The ability of the authorities to discover who is most intimately related to whom, given the context of the punishment of entire families a a result of one person’s activism, is going to have a chilling effect on society as a whole.

Maya Wang, Human Rights Watch, as quoted by Sui-Lee Wee

Punishing the family for the acts of an individual is another ancient Chinese practice. As a kid, I watched Chinese fighting movies by Run Run Shaw. In one of them, a man tries to overthrow a corrupt government. He fails. The government executes the entire family: grannies, little kids, cousins to the 4th degree. The movie ends with a blood red screen.

Global surveillance

Last August, while Hong Kong struggled to control a second coronavirus wave, Beijing sent medical professionals and rapid testing materiel. Beijing is first in class when it comes to testing. Yet some Hong Kongers refused testing. They worry about where their DNA material will land.

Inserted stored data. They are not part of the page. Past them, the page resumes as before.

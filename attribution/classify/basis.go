package classify

import (
	"fmt"
	"math"
	"sort"

	"github.com/gapwise/gapwise/internal/workers"
	"gonum.org/v1/gonum/floats"
	"gonum.org/v1/gonum/mat"
)

// Term is one column of a logistic design, built from the standardised raw
// columns z_I, z_J of the feature matrix:
//
//	J < 0:   z_I        (the original column)
//	J == I:  z_I²       (its square)
//	J > I:   z_I · z_J  (a pairwise product)
//
// Every term is then standardised again on the training rows (see Expanded).
type Term struct{ I, J int }

// String renders the term with raw column indices, e.g. "x3", "x3^2", "x3*x5".
func (t Term) String() string {
	switch {
	case t.J < 0:
		return fmt.Sprintf("x%d", t.I)
	case t.J == t.I:
		return fmt.Sprintf("x%d^2", t.I)
	default:
		return fmt.Sprintf("x%d*x%d", t.I, t.J)
	}
}

// columnScale is the weighted location and scale of one column (over all
// rows, weights w_i, nil meaning 1):
//
//	mean = Σ w_i x_i / Σ w_i,   sd = sqrt(Σ w_i (x_i − mean)² / Σ w_i)
//
// (population variance, no degrees-of-freedom correction). A column whose
// values are all equal over the rows with w_i > 0 is constant; it carries no
// information and is left out of the design.
type columnScale struct {
	mean, sd float64
	constant bool
	binary   bool // two distinct values over the rows with w_i > 0
	// lo and hi bound the column's typical range (TypicalRange); values
	// outside are moved to the nearer bound before standardising, in
	// fitting and in prediction alike. pre is the exact power-of-two
	// factor applied next (magnitudeFactor; 1 for ordinary columns), so
	// that z = (pre·clamp(x) − mean)/sd.
	lo, hi, pre float64
}

// design is a term-major design matrix: column k occupies
// cols[k*n : (k+1)*n]. Column 0 is the intercept (all ones).
type design struct {
	n, d int
	cols []float64
}

func (z *design) col(k int) []float64 { return z.cols[k*z.n : (k+1)*z.n] }

// basis maps raw feature rows to the standardised design of a fitted model.
//
// Raw column c (for c in raw) becomes
// z_c = (pre·clamp(x_c, lo, hi) − raw[c].mean)/raw[c].sd, with the column's
// typical range [lo, hi] (TypicalRange) and magnitude factor pre.
// Each term t is built from those and, when termScale is non-nil,
// standardised again: (t − termScale[k].mean)/termScale[k].sd.
type basis struct {
	p         int           // raw column count the model expects
	raw       []columnScale // per raw column
	terms     []Term
	termScale []columnScale // nil for the linear basis
}

// rawDesign builds the linear design of x: the intercept column and the
// standardised non-constant raw columns, in column order, each first
// clamped to its typical range (TypicalRange) and, when huge, rescaled by
// an exact power of two (magnitudeFactor). It returns the
// design, the scales of all p raw columns (see columnScale), and the
// indices of the non-constant ("active") columns. Work is spread over up
// to threads goroutines (0 means GOMAXPROCS).
func rawDesign(x *mat.Dense, w []float64, sw float64, threads int) (*design, []columnScale, []int) {
	n, p := x.Dims()
	rm := x.RawMatrix()
	cols := make([]float64, (1+p)*n)
	// Transpose in row blocks (each block writes its own rows of every
	// column), then scale each column on its own.
	logisticBlocks(threads, n, func(_, lo, hi int) {
		for i := lo; i < hi; i++ {
			for c, v := range rm.Data[i*rm.Stride : i*rm.Stride+p] {
				cols[(1+c)*n+i] = v
			}
		}
	})
	scales := make([]columnScale, p)
	workers.For(threads, p, func(_, c int) {
		col := cols[(1+c)*n : (2+c)*n]
		binary := twoValued(col, w)
		lo, hi := TypicalRange(col, w)
		clampInPlace(col, lo, hi)
		pre := magnitudeFactor(col)
		if pre != 1 {
			floats.Scale(pre, col)
		}
		scales[c] = standardiseInPlace(col, w, sw)
		scales[c].binary = binary && !scales[c].constant
		scales[c].lo, scales[c].hi, scales[c].pre = lo, hi, pre
	})
	var active []int
	for c := 0; c < p; c++ {
		if scales[c].constant {
			continue
		}
		if a := 1 + len(active); a != 1+c {
			copy(cols[a*n:(a+1)*n], cols[(1+c)*n:(2+c)*n])
		}
		active = append(active, c)
	}
	z := &design{n: n, d: 1 + len(active), cols: cols[:(1+len(active))*n]}
	ones := z.col(0)
	for i := range ones {
		ones[i] = 1
	}
	return z, scales, active
}

// twoValued reports whether v takes at most two distinct values over the
// rows with positive weight (w nil means all 1).
func twoValued(v, w []float64) bool {
	var a, b float64
	k := 0
	for i, x := range v {
		if w != nil && w[i] == 0 {
			continue
		}
		switch {
		case k > 0 && x == a, k > 1 && x == b:
		case k == 0:
			a, k = x, 1
		case k == 1:
			b, k = x, 2
		default:
			return false
		}
	}
	return true
}

// interactionSet returns the raw columns whose squares and pairwise
// products enter the expanded basis: all active columns when there are at
// most k of them, otherwise the k with the largest |Σ_i w_i z_ic y_i|
// (which, as z_c has weighted mean 0 and sd 1, ranks the weighted
// correlation of z_c with y), ties broken by lower column index, returned
// in ascending column order.
func interactionSet(z *design, active []int, y, w []float64, k int) []int {
	if len(active) <= k {
		return active
	}
	wy := y
	if w != nil {
		wy = make([]float64, len(y))
		floats.MulTo(wy, w, y)
	}
	score := make([]float64, len(active))
	for a := range active {
		score[a] = math.Abs(floats.Dot(z.col(1+a), wy))
	}
	order := make([]int, len(active))
	for a := range order {
		order[a] = a
	}
	sort.SliceStable(order, func(i, j int) bool { return score[order[i]] > score[order[j]] })
	keep := order[:k]
	sort.Ints(keep)
	out := make([]int, k)
	for i, a := range keep {
		out[i] = active[a]
	}
	return out
}

// expandTerms lists the expanded terms in design order: originals of the
// active columns, then squares of the non-binary columns of the interaction
// set, then products z_I·z_J (I < J) within the interaction set in
// lexicographic order.
func expandTerms(raw []columnScale, active, inter []int) []Term {
	terms := make([]Term, 0, len(active)+len(inter)*(len(inter)+1)/2)
	for _, c := range active {
		terms = append(terms, Term{c, -1})
	}
	for _, c := range inter {
		if !raw[c].binary {
			terms = append(terms, Term{c, c})
		}
	}
	for a, c := range inter {
		for _, e := range inter[a+1:] {
			terms = append(terms, Term{c, e})
		}
	}
	return terms
}

// allFourCells reports whether the two-valued columns a and b take all four
// value combinations over the rows with positive weight. If they do not, the
// product a·b coincides on those rows with an affine function of a and b
// (at most three points of a 2×2 grid, which an affine function can
// interpolate), so the product term would only duplicate the originals;
// e.g. two one-hot codes of one variable never both equal 1.
func allFourCells(a, b, w []float64) bool {
	var cells [4][2]float64
	k := 0
	for i := range a {
		if w != nil && w[i] == 0 {
			continue
		}
		seen := false
		for _, c := range cells[:k] {
			if c[0] == a[i] && c[1] == b[i] {
				seen = true
				break
			}
		}
		if !seen {
			cells[k] = [2]float64{a[i], b[i]}
			if k++; k == 4 {
				return true
			}
		}
	}
	return false
}

// expandDesign turns the linear design lin (intercept + active columns, in
// the order of active) into the design of terms, re-standardising each term
// on the training weights. Products of two binary columns that do not take
// all four value combinations, and terms constant on the weighted rows, are
// dropped; the kept terms and their scales are returned with the design.
// Terms are built on up to threads goroutines (0 means GOMAXPROCS).
func expandDesign(lin *design, raw []columnScale, active []int, terms []Term, w []float64, sw float64, threads int) (*design, []Term, []columnScale) {
	n := lin.n
	pos := make(map[int]int, len(active)) // raw column → design column
	for a, c := range active {
		pos[c] = 1 + a
	}
	z := &design{n: n, cols: make([]float64, (1+len(terms))*n)}
	copy(z.col(0), lin.col(0))
	scales := make([]columnScale, len(terms))
	// Terms are independent: build them in parallel, each into its own
	// slot (k+1); no floating-point result depends on the scheduling.
	workers.For(threads, len(terms), func(_, k int) {
		t := terms[k]
		a, buf := lin.col(pos[t.I]), z.col(k+1)
		if t.J > t.I && raw[t.I].binary && raw[t.J].binary && !allFourCells(a, lin.col(pos[t.J]), w) {
			scales[k].constant = true
			return
		}
		if t.J < 0 {
			copy(buf, a)
		} else {
			b := lin.col(pos[t.J])
			for i := range buf {
				buf[i] = a[i] * b[i]
			}
		}
		scales[k] = standardiseInPlace(buf, w, sw)
	})
	// Compact: drop the terms marked constant, keeping the order.
	var kept []Term
	var keptScales []columnScale
	d := 1
	for k, t := range terms {
		if scales[k].constant {
			continue
		}
		if d != k+1 {
			copy(z.col(d), z.col(k+1))
		}
		kept = append(kept, t)
		keptScales = append(keptScales, scales[k])
		d++
	}
	z.d = d
	z.cols = z.cols[:d*n]
	return z, kept, keptScales
}

// standardiseInPlace replaces v by (v − mean)·(1/sd) with the weighted
// mean and population sd of columnScale, and returns them. A column
// constant over the rows with positive weight is left as is and reported
// constant (binary is not set here).
func standardiseInPlace(v, w []float64, sw float64) columnScale {
	var s columnScale
	ref, found, varying := 0.0, false, false
	for i, x := range v {
		if w != nil && w[i] == 0 {
			continue
		}
		if !found {
			ref, found = x, true
		} else if x != ref {
			varying = true
			break
		}
	}
	if !varying {
		return columnScale{mean: ref, sd: 1, constant: true}
	}
	if w == nil {
		s.mean = floats.Sum(v) / sw
	} else {
		s.mean = floats.Dot(v, w) / sw
	}
	floats.AddConst(-s.mean, v)
	var ss float64
	if w == nil {
		ss = floats.Dot(v, v)
	} else {
		for i, x := range v {
			ss += w[i] * x * x
		}
	}
	s.sd = math.Sqrt(ss / sw)
	floats.Scale(1/s.sd, v)
	return s
}

// rowTerms evaluates the design row (without the intercept) for the raw
// row x into dst, using zbuf (length p) as scratch for standardised values.
func (b *basis) rowTerms(x, zbuf, dst []float64) {
	for c, s := range b.raw {
		zbuf[c] = (s.pre*min(max(x[c], s.lo), s.hi) - s.mean) / s.sd
	}
	for k, t := range b.terms {
		v := zbuf[t.I]
		if t.J >= 0 {
			v *= zbuf[t.J]
		}
		if b.termScale != nil {
			v = (v - b.termScale[k].mean) / b.termScale[k].sd
		}
		dst[k] = v
	}
}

That same month, Beijing issued an arrest warrant for Samuel Chu for allegedly inciting secession and colluding with foreign governments. This is odd since Chu in an American who lobbies the US government to promote democracy in Hong Kong.

I fear that I can no longer travel to Hong Kong, or to any countries with active extradition treaties with the Hong Kong administrative government or with China, without risking arrest and extradition. I cannot speak to my elderly parents in Hong Kong without opening them to investigations and invasive searches by the police.

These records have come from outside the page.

package scm

// Node indices of the ScoreNode model.
const (
	ScoreNodeAge = iota
	ScoreNodeDisease
	ScoreNodeMarker
	ScoreNodeScore
)

// ScoreNode returns a synthetic model whose score is a node: the audited
// model reads a recorded marker and an input the table lacks (a hidden
// finding, such as an image reading), so the score's mechanism
// P(score | age, disease, marker) carries the shift in that input. Nodes
// (topological order):
//
//	age     ~ N(μ_g, 1)                                   root, continuous
//	disease ~ Bernoulli(σ(−1.2 + 0.6·age))
//	marker  ~ N(1.5·disease + 0.3·age, 1)
//	score   = σ(−2.2 + marker + 0.3·age + h),              a probability
//	          h = (1.2 + κ_g)·disease + z,  z ~ N(0, 1)    the unrecorded input
//
// with the reference group at μ = 0, κ = 0 and the comparison group at
// μ = age, κ = hidden. logit(score) given its parents is normal with unit
// variance, so the log density ratio of the score's mechanism is
//
//	log r = disease·(κ·(logit(score) − m) − κ²/2),
//	m = −2.2 + marker + 0.3·age + 1.2·disease,
//
// linear in logit(score) with a disease interaction, and far from linear in
// the score itself near 0 and 1. The model's decision is score ≥
// ScreeningThreshold. All of it is invented for testing.
func ScoreNode(name string, age, hidden float64) *Model {
	ageEq := func(mu float64) Equation {
		return func(_ []float64, _, z float64) float64 { return mu + z }
	}
	disease := func(pa []float64, u, _ float64) float64 {
		if u < logistic(-1.2+0.6*pa[0]) {
			return 1
		}
		return 0
	}
	marker := func(pa []float64, _, z float64) float64 { return 1.5*pa[0] + 0.3*pa[1] + z }
	score := func(kappa float64) Equation {
		return func(pa []float64, _, z float64) float64 {
			a, d, m := pa[0], pa[1], pa[2]
			return logistic(-2.2 + m + 0.3*a + (1.2+kappa)*d + z)
		}
	}
	return &Model{
		Name: name,
		Nodes: []Node{
			{Name: "age", Kind: Continuous, Reference: ageEq(0), Comparison: when(age != 0, ageEq(age))},
			{Name: "disease", Kind: Binary, Parents: []int{ScoreNodeAge}, Reference: disease},
			{Name: "marker", Kind: Continuous, Parents: []int{ScoreNodeDisease, ScoreNodeAge}, Reference: marker},
			{Name: "score", Kind: Probability, Parents: []int{ScoreNodeAge, ScoreNodeDisease, ScoreNodeMarker}, Reference: score(0), Comparison: when(hidden != 0, score(hidden))},
		},
		Label:       ScoreNodeDisease,
		ScoreInputs: []int{ScoreNodeScore},
		Score:       func(v []float64) float64 { return v[ScoreNodeScore] },
	}
}
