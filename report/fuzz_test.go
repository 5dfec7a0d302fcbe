package report

import (
	"bytes"
	"encoding/json"
	"fmt"
	"html"
	"regexp"
	"slices"
	"strings"
	"testing"

	"github.com/gapwise/gapwise/fairness"
)

// fuzzResult is hostileResult(s) with Details whose column names and
// categorical levels carry s (the first level of each with a display
// name that does too), and the warnings fairness.Warnings derives
// from it (which quote node and column names) before the hostile one.
func fuzzResult(s string) *fairness.Result {
	r := hostileResult(s)
	r.Details = handDetails()
	r.Names.Levels = map[string]map[string]string{}
	for i := range r.Details.Columns {
		c := &r.Details.Columns[i]
		c.Name += s
		for j := range c.Levels {
			c.Levels[j] = "level" + c.Levels[j] + s
		}
		if len(c.Levels) > 0 { // the first level gets a display name
			r.Names.Levels[c.Name] = map[string]string{c.Levels[0]: "LN" + s}
		}
	}
	r.Warnings = append(fairness.Warnings(r), r.Warnings...)
	return r
}

// fuzzSeeds adds the hostile texts and a few more that aim at the
// checks' edges: escapes next to pipes and backticks, references that a
// decoder might take, comments and end tags, ECharts template fields and
// the separators that JSON or whitespace collapsing treat specially.
func fuzzSeeds(f *testing.F) {
	for _, h := range hostileTexts {
		f.Add(h)
	}
	for _, h := range []string{
		"", "a\\|b `x\\` ``", "&#60;b&#x3e; &lt &copy; &",
		"<!-- </code> <![CDATA[ ]]> <?x?> </dd> </title>",
		"{b} {c|x} {@v} <br> \"quoted\" 'single' &quot;",
		"\u2028\u2029 \u00a0nbsp \ufeffbom",
	} {
		f.Add(h)
	}
}

// FuzzHTML renders as HTML a result holding the arbitrary text s in
// every place that takes user text (fuzzResult) and checks that none of
// it becomes markup (htmlProblems, against the page of the plain text
// "plain").
func FuzzHTML(f *testing.F) {
	fuzzSeeds(f)
	var clean strings.Builder
	if err := WriteHTML(&clean, fuzzResult("plain")); err != nil {
		f.Fatal(err)
	}
	cleanTags, problems := htmlSkeleton(clean.String(), rawTextElements(clean.String()))
	if len(problems) > 0 {
		f.Fatal(problems)
	}
	f.Fuzz(func(t *testing.T, s string) {
		var page strings.Builder
		if err := WriteHTML(&page, fuzzResult(s)); err != nil {
			t.Fatal(err)
		}
		for _, p := range htmlProblems(s, page.String(), cleanTags) {
			t.Errorf("HTML for %q: %s", s, p)
		}
	})
}
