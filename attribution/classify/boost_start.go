package classify

import (
	"math"
	"slices"

	"github.com/gapwise/gapwise/internal/rank"

	"gonum.org/v1/gonum/mat"
)

// boostStart is the fitted start of a Boosted model: the Start learner's
// model, whose log-odds the trees add to, and the bounds [lo, hi] its
// log-odds are clamped to, in fitting and prediction alike.
type boostStart struct {
	model  Model
	lo, hi float64
}

// logOdds writes the start's clamped log-odds for the rows of x into dst.
func (s *boostStart) logOdds(x *mat.Dense, dst []float64) {
	s.model.LogOdds(x, dst)
	clampInPlace(dst, s.lo, s.hi)
}

// fitStart fits b.Start on the training rows (targets y, weights wn) and
// returns it with its log-odds on the training and validation rows. The
// bounds are order statistics of the training log-odds: lo is the
// (k+1)-th smallest and hi the (k+1)-th largest, k = MinLeafRows, so that,
// as no tree leaf gives fewer than MinLeafRows rows a value of their own,
// no fewer than that share the start's most extreme values; a single
// extreme input, where a logistic fit on squares and products
// extrapolates, thus cannot carry an odds of its own. It returns a nil
// start (the trees then start from the log prior odds base) when b.Start
// is nil, its fit fails, or its validation log loss is above that of the
// constant base.
func (b Boosted) fitStart(x *mat.Dense, y, wn []float64, train, valid []int32, base float64, seed uint64, threads int) (start *boostStart, zt, zv []float64) {
	if b.Start == nil {
		return nil, nil, nil
	}
	learner := b.Start
	if t, ok := learner.(Threaded); ok {
		learner = t.WithThreads(threads)
	}
	xt := boostRows(x, train)
	m, err := learner.Fit(xt, boostGather(y, train), boostGather(wn, train), seed)
	if err != nil {
		return nil, nil, nil
	}
	zt = make([]float64, len(train))
	m.LogOdds(xt, zt)
	start = &boostStart{model: m, lo: math.Inf(-1), hi: math.Inf(1)}
	if k := b.MinLeafRows; len(zt) > 2*k {
		v := slices.Clone(zt)
		if finite(v) {
			// Two selections instead of a sort (rank.SelectKth): the second
			// works on the values at or above the first.
			start.lo = rank.SelectKth(v, k)
			start.hi = rank.SelectKth(v[k:], len(v)-1-2*k)
		} else {
			slices.Sort(v)
			start.lo, start.hi = v[k], v[len(v)-1-k]
		}
	}
	clampInPlace(zt, start.lo, start.hi)
	if len(valid) == 0 {
		return start, zt, nil
	}
	zv = make([]float64, len(valid))
	start.logOdds(boostRows(x, valid), zv)
	yv, wv := boostGather(y, valid), boostGather(wn, valid)
	constant := make([]float64, len(valid))
	for i := range constant {
		constant[i] = base
	}
	if boostLogLoss(zv, yv, wv) > boostLogLoss(constant, yv, wv) {
		return nil, nil, nil
	}
	return start, zt, zv
}

// boostRows copies the given rows of x.
func boostRows(x *mat.Dense, rows []int32) *mat.Dense {
	_, p := x.Dims()
	if len(rows) == 0 {
		return &mat.Dense{}
	}
	out := mat.NewDense(len(rows), p, nil)
	for i, r := range rows {
		copy(out.RawRowView(i), x.RawRowView(int(r)))
	}
	return out
}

Samuel Chu, “Is China coming after me?” in The New York Times international edition, 20-21 August 2020

Chu was the first American citizen Beijing tried to arrest under the National Security Law (NSL). Clancey is the most recent. Article 38 is the key.

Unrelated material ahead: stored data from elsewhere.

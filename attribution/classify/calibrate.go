package classify

import (
	"errors"
	"fmt"
	"math"
)

// plattFit fits the two-parameter logistic recalibration
//
//	P(y = 1 | s) = σ(a·s + b)
//
// of scores s (here: log-odds) to 0/1 targets y with weights w by maximum
// likelihood (Platt 1999, "Probabilistic outputs for support vector machines
// and comparisons to regularized likelihood methods"). The weighted log loss
// is convex in (a, b); it is minimised by Newton's method with step halving,
// starting from the identity map (a, b) = (1, 0). It returns an error when
// the 2×2 Hessian is singular (e.g. all scores equal) or the iteration does
// not converge.
func plattFit(s, y, w []float64) (a, b float64, err error) {
	if len(s) != len(y) || len(s) != len(w) {
		panic("classify: plattFit: mismatched lengths")
	}
	loss := func(a, b float64) float64 {
		var sum float64
		for i, si := range s {
			z := a*si + b
			sum += w[i] * (math.Max(z, 0) + math.Log1p(math.Exp(-math.Abs(z))) - y[i]*z)
		}
		return sum
	}
	a, b = 1, 0
	cur := loss(a, b)
	for iter := 0; iter < 100; iter++ {
		// Gradient and Hessian of Σ w·ℓ(y, a·s + b) with respect to (a, b).
		var ga, gb, haa, hab, hbb float64
		for i, si := range s {
			p := 1 / (1 + math.Exp(-(a*si + b)))
			r := w[i] * (p - y[i])
			q := w[i] * p * (1 - p)
			ga += r * si
			gb += r
			haa += q * si * si
			hab += q * si
			hbb += q
		}
		det := haa*hbb - hab*hab
		if !(det > 1e-12*haa*hbb) {
			return 0, 0, errors.New("platt scaling: scores carry no spread (singular Hessian)")
		}
		da := (hbb*ga - hab*gb) / det
		db := (haa*gb - hab*ga) / det
		step := 1.0
		for {
			na, nb := a-step*da, b-step*db
			if l := loss(na, nb); l <= cur {
				converged := cur-l <= 1e-12*math.Max(1, math.Abs(cur))
				a, b, cur = na, nb, l
				if converged {
					return a, b, nil
				}
				break
			}
			step /= 2
			if step < 1e-10 {
				return a, b, nil // no further decrease in floating point
			}
		}
	}
	return 0, 0, fmt.Errorf("platt scaling: no convergence after 100 Newton steps (a=%g, b=%g)", a, b)
}
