package classify_test

import (
	"fmt"
	"math"
	"math/rand/v2"

	"gonum.org/v1/gonum/mat"

	"github.com/gapwise/gapwise/attribution/classify"
)

// Two groups that differ only in how two features co-vary: the comparison
// group has x0·x1 > 0 more often. Only the expanded basis sees it.
func Example() {
	rng := rand.New(rand.NewPCG(1, 2))
	n := 4000
	x := mat.NewDense(n, 2, nil)
	group := make([]float64, n) // 1 = comparison
	for i := 0; i < n; i++ {
		a, b := rng.NormFloat64(), rng.NormFloat64()
		if rng.Float64() < 1/(1+math.Exp(-1.5*a*b)) {
			group[i] = 1
		}
		x.SetRow(i, []float64{a, b})
	}
	for _, l := range []classify.Learner{classify.NewLinear(), classify.NewExpanded()} {
		m, err := l.Fit(x, group, nil, 0)
		if err != nil {
			fmt.Println(err)
			return
		}
		z := make([]float64, n)
		m.LogOdds(x, z)
		fmt.Printf("%-8s in-sample log loss %.3f\n", l.Name(), classify.LogLossFromLogOdds(group, z, nil))
	}
	// Output:
	// linear   in-sample log loss 0.693
	// expanded in-sample log loss 0.577
}

// By hand: log(1+e^{−2}) = 0.12693, log(1+e^{−1}) = 0.31326, log 2 = 0.69315;
// their mean is 0.37778, and with weights 1, 1, 2 it is 1.82648/4 = 0.45662.
func ExampleLogLossFromLogOdds() {
	y := []float64{1, 0, 1}
	logOdds := []float64{2, -1, 0}
	fmt.Printf("%.4f\n", classify.LogLossFromLogOdds(y, logOdds, nil))
	fmt.Printf("%.4f\n", classify.LogLossFromLogOdds(y, logOdds, []float64{1, 1, 2}))
	// Output:
	// 0.3778
	// 0.4566
}

func ExampleLogisticModel_Terms() {
	x := mat.NewDense(6, 3, []float64{
		0.5, 0, 3,
		-1, 1, 3,
		2, 1, 3,
		0.1, 0, 3,
		-0.3, 1, 3,
		1.2, 0, 3,
	})
	y := []float64{0, 1, 0, 1, 0, 1}
	m, err := classify.NewExpanded().Fit(x, y, nil, 0)
	if err != nil {
		fmt.Println(err)
		return
	}
	// Column 2 is constant; column 1 is binary, so it has no square.
	fmt.Println(m.(*classify.LogisticModel).Terms())
	// Output:
	// [x0 x1 x0^2 x0*x1]
}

It reads: “This Law shall apply to offences under this Law committed against the Hong Kong Special Administrative Region from outside the Region by a person who is not a permanent resident of the Region.” This means that anyone could potentially be arrested or indicted in Hong Kong if they violate these vague terms anywhere in the world. 

Furthermore, given China’s willingness to seek extradition of violators from foreign countries, the law will send a chill to Beijing’s critics everywhere.

Tom Ginsburg, “Hong Kong’s Crisis and the Turn Toward Extraterritorial Law” in Pro Market, 22 July 2020

Skin in the Game

Armed with global jurisdiction and an arsenal of surveillance techniques, Beijing seeks to squelch dissent inside and outside its borders.

The US and the UK have issued travel advisories, urging their nationals to reconsider travel to Hong Kong or China. They warn of arbitrary arrest, detention without access to consular or legal aid, expulsion from the country and/or prosecution. Other foreigners have disappeared into the entrails of China’s judicial system. More could follow.

Interpol red notice
Image source: Interpol

Meanwhile, Australia, Canada, the US and the UK have suspended their extradition treaties with Hong Kong. Beijing might issue arrest warrants or an Interpol Red Notice to reach dissidents outside China’s borders.

Call me a coward for fearing China’s long arm. Even before the National Security Law took force, I scrapped China from our travel plans. I stay away from airports in Hong Kong and China. I won’t fly a China-owned airline.

John Clancey got lucky. This time, China was content with sending a message. Wherever you are, whoever you are, we can get you. Wait for the knock on the door.